It's been MAC Quick Sizzle for a few months now. It's the first one I grab out of the gate in the morning.


----------



## stealmyheartlve (Sep 22, 2012)

By far.. MAC Lipstick in Touch!


----------



## tats (Sep 24, 2012)

CartoonChic said:


> I can't decide! I keep switching colors too much.


	And me.. I can't pick one lol
  	The most used one is probably Viva Glam II


----------



## Kaidan (Sep 25, 2012)

For a bit of pink, Revlon Strawberry Shortcake lip butter.  For nude lips, Viva Glam Gaga 2 (the first lipstick that I'm about to finish) and lately Hue.  For coral, I automatically pick Vegas Volt.


----------



## glammy girl (Sep 25, 2012)

Right now I'm loving Blankety :eyelove: I always pair it with Oak lipliner and C Thru lipglass, best nude lip combo ever


----------



## Skov780 (Sep 25, 2012)

My favourites right now is:

  	MAC Gel

  	MAC Fabby

  	MAC Icon


----------



## PixieDancer (Sep 25, 2012)

Ever since the Heavenly Creature Collection I have been wearing Venus and Fire Sign a TON!!
  	Also got the new perm release of Mehr and it is LOVE... just like my go-to Brave!!


----------



## glammy girl (Sep 25, 2012)

PixieDancer said:


> Ever since the Heavenly Creature Collection I have been wearing Venus and Fire Sign a TON!! Also got the new perm release of Mehr and it is LOVE... just like my go-to Brave!!

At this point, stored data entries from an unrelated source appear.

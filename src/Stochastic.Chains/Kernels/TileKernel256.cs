using System.Runtime.CompilerServices;
using System.Runtime.Intrinsics;

namespace Stochastic.Chains.Kernels;

/// <summary>Inner loops on vectors of four doubles: tiles of 4 x 12, which keep 12 sums in the 16 registers.</summary>
internal readonly struct TileKernel256 : ITileKernel
{
    /// <inheritdoc/>
    public static int Width => 4;

    /// <inheritdoc/>
    public static int TileColumns => 12;

    /// <inheritdoc/>
    [MethodImpl(MethodImplOptions.NoInlining)]
    public static void AddTile(
        ref double rowPanel, ref double columnPanel, nint columnStride, int depth, ref double target, nint rowStride, nint vectorStride)
    {
        Vector256<double> c00 = default, c01 = default, c02 = default, c10 = default, c11 = default, c12 = default;
        Vector256<double> c20 = default, c21 = default, c22 = default, c30 = default, c31 = default, c32 = default;
        ref var a = ref rowPanel;
        ref var b = ref columnPanel;
        for (; depth > 0; depth -= 4)
        {
            var steps = Math.Min(depth, 4);
            for (nint k = 0; k < steps; k++)
            {
                var b0 = Vector256.LoadUnsafe(ref b);
                var b1 = Vector256.LoadUnsafe(ref b, 4);
                var b2 = Vector256.LoadUnsafe(ref b, 8);
                var x = Vector256.Create(a);
                c00 = Vector256.MultiplyAddEstimate(x, b0, c00);
                c01 = Vector256.MultiplyAddEstimate(x, b1, c01);
                c02 = Vector256.MultiplyAddEstimate(x, b2, c02);
                x = Vector256.Create(Unsafe.Add(ref a, 4));
                c10 = Vector256.MultiplyAddEstimate(x, b0, c10);
                c11 = Vector256.MultiplyAddEstimate(x, b1, c11);
                c12 = Vector256.MultiplyAddEstimate(x, b2, c12);
                x = Vector256.Create(Unsafe.Add(ref a, 8));
                c20 = Vector256.MultiplyAddEstimate(x, b0, c20);
                c21 = Vector256.MultiplyAddEstimate(x, b1, c21);
                c22 = Vector256.MultiplyAddEstimate(x, b2, c22);
                x = Vector256.Create(Unsafe.Add(ref a, 12));
                c30 = Vector256.MultiplyAddEstimate(x, b0, c30);
                c31 = Vector256.MultiplyAddEstimate(x, b1, c31);
                c32 = Vector256.MultiplyAddEstimate(x, b2, c32);
                a = ref Unsafe.Add(ref a, 1);
                b = ref Unsafe.Add(ref b, columnStride);
            }

            a = ref Unsafe.Add(ref a, 12);
        }

        AddRow(ref target, vectorStride, c00, c01, c02);
        target = ref Unsafe.Add(ref target, rowStride);
        AddRow(ref target, vectorStride, c10, c11, c12);
        target = ref Unsafe.Add(ref target, rowStride);
        AddRow(ref target, vectorStride, c20, c21, c22);
        target = ref Unsafe.Add(ref target, rowStride);
        AddRow(ref target, vectorStride, c30, c31, c32);
    }

    /// <inheritdoc/>
    [MethodImpl(MethodImplOptions.NoInlining)]
    public static void AddNarrowTile(ref double rowPanel, ref double columnPanel, nint columnStride, int depth, ref double target, nint rowStride)
    {
        Vector256<double> c0 = default, c1 = default, c2 = default, c3 = default;
        ref var a = ref rowPanel;
        ref var b = ref columnPanel;
        for (; depth > 0; depth -= 4)
        {
            var steps = Math.Min(depth, 4);
            for (nint k = 0; k < steps; k++)
            {
                var x = Vector256.LoadUnsafe(ref b);
                c0 = Vector256.MultiplyAddEstimate(Vector256.Create(a), x, c0);
                c1 = Vector256.MultiplyAddEstimate(Vector256.Create(Unsafe.Add(ref a, 4)), x, c1);
                c2 = Vector256.MultiplyAddEstimate(Vector256.Create(Unsafe.Add(ref a, 8)), x, c2);
                c3 = Vector256.MultiplyAddEstimate(Vector256.Create(Unsafe.Add(ref a, 12)), x, c3);
                a = ref Unsafe.Add(ref a, 1);
                b = ref Unsafe.Add(ref b, columnStride);
            }

            a = ref Unsafe.Add(ref a, 12);
        }

        Add(ref target, c0);
        Add(ref Unsafe.Add(ref target, rowStride), c1);
        Add(ref Unsafe.Add(ref target, 2 * rowStride), c2);
        Add(ref Unsafe.Add(ref target, 3 * rowStride), c3);
    }

    /// <inheritdoc/>
    [MethodImpl(MethodImplOptions.NoInlining)]
    public static void AddRows(
        ref double target, nint rowStride, nint vectorStride, int rows, int vectors, ref double factors, ref double source)
    {
        for (; rows >= 2; rows -= 2)
        {
            AddTwoRows(
                ref Unsafe.Add(ref target, (rows - 2) * rowStride), rowStride, vectorStride, vectors,
                ref Unsafe.Add(ref factors, 4 * (rows - 2)), ref source);
        }

        if (rows > 0)
        {
            AddOneRow(ref target, vectorStride, vectors, ref factors, ref source);
        }
    }

    private static void AddTwoRows(
        ref double target, nint rowStride, nint vectorStride, int vectors, ref double factors, ref double source)
    {
        var f00 = Vector256.Create(factors);
        var f01 = Vector256.Create(Unsafe.Add(ref factors, 1));
        var f02 = Vector256.Create(Unsafe.Add(ref factors, 2));
        var f03 = Vector256.Create(Unsafe.Add(ref factors, 3));
        var f10 = Vector256.Create(Unsafe.Add(ref factors, 4));
        var f11 = Vector256.Create(Unsafe.Add(ref factors, 5));
        var f12 = Vector256.Create(Unsafe.Add(ref factors, 6));
        var f13 = Vector256.Create(Unsafe.Add(ref factors, 7));
        ref var t0 = ref target;
        ref var t1 = ref Unsafe.Add(ref t0, rowStride);
        ref var s = ref source;
        for (; vectors > 0; vectors--)
        {
            var x = Vector256.LoadUnsafe(ref s);
            var c0 = Vector256.MultiplyAddEstimate(f00, x, Vector256.LoadUnsafe(ref t0));
            var c1 = Vector256.MultiplyAddEstimate(f10, x, Vector256.LoadUnsafe(ref t1));
            x = Vector256.LoadUnsafe(ref s, 4);
            c0 = Vector256.MultiplyAddEstimate(f01, x, c0);
            c1 = Vector256.MultiplyAddEstimate(f11, x, c1);
            x = Vector256.LoadUnsafe(ref s, 8);
            c0 = Vector256.MultiplyAddEstimate(f02, x, c0);
            c1 = Vector256.MultiplyAddEstimate(f12, x, c1);
            x = Vector256.LoadUnsafe(ref s, 12);
            c0 = Vector256.MultiplyAddEstimate(f03, x, c0);
            c1 = Vector256.MultiplyAddEstimate(f13, x, c1);
            c0.StoreUnsafe(ref t0);
            c1.StoreUnsafe(ref t1);
            t0 = ref Unsafe.Add(ref t0, vectorStride);
            t1 = ref Unsafe.Add(ref t1, vectorStride);
            s = ref Unsafe.Add(ref s, 16);
        }
    }

    private static void AddOneRow(ref double target, nint vectorStride, int vectors, ref double factors, ref double source)
    {
        for (; vectors > 0; vectors--)
        {
            var sum = Vector256.LoadUnsafe(ref target);
            for (nint k = 0; k < 4; k++)
            {
                sum = Vector256.MultiplyAddEstimate(
                    Vector256.Create(Unsafe.Add(ref factors, k)), Vector256.LoadUnsafe(ref Unsafe.Add(ref source, 4 * k)), sum);
            }

            sum.StoreUnsafe(ref target);
            target = ref Unsafe.Add(ref target, vectorStride);
            source = ref Unsafe.Add(ref source, 16);
        }
    }

    [MethodImpl(MethodImplOptions.AggressiveInlining)]
    private static void AddRow(
        ref double row, nint vectorStride, Vector256<double> first, Vector256<double> second, Vector256<double> third)
    {
        Add(ref row, first);
        row = ref Unsafe.Add(ref row, vectorStride);
        Add(ref row, second);
        row = ref Unsafe.Add(ref row, vectorStride);
        Add(ref row, third);
    }

    [MethodImpl(MethodImplOptions.AggressiveInlining)]
    private static void Add(ref double target, Vector256<double> addend) => (Vector256.LoadUnsafe(ref target) + addend).StoreUnsafe(ref target);
}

 Ah I'm dying to get Mehr :eyelove: Just haven't got a chance to get to Mac recently but it's torturing me lol. But at least it's perm so that's awesome


----------



## drammy04 (Sep 25, 2012)

stealmyheartlve said:


> By far.. MAC Lipstick in Touch!


	with Mahogany lip liner it's gorg!


----------



## PixieDancer (Sep 26, 2012)

glammy girl said:


> Ah I'm dying to get Mehr
> 
> 
> 
> ...


  	 Oh you HAVE to get it!!!  It is the perfect MLBB shade!  You might have to ask in the store for them to look for it... Some ladies were saying they were going to their stores to purchase these new perm shades, and they had MUA's and SA's there that didn't know anything about them!  Some said they weren't even out out yet!  They had to check with a manager before locating them!


----------



## TXBeautyBaby (Sep 26, 2012)

Touch by MAC it was my first MAC lipstick and one of my fav nudes!


----------



## pinkcrush (Sep 26, 2012)

I just jumped on the Creme Cup bandwagon n I'm  LUVIN it!!!


----------



## Sweet Pea (Sep 26, 2012)

Mac Hue 
  	Mac Shy Girl


----------



## glammy girl (Sep 26, 2012)

pinkcrush said:


> I just jumped on the Creme Cup bandwagon n I'm  LUVIN it!!!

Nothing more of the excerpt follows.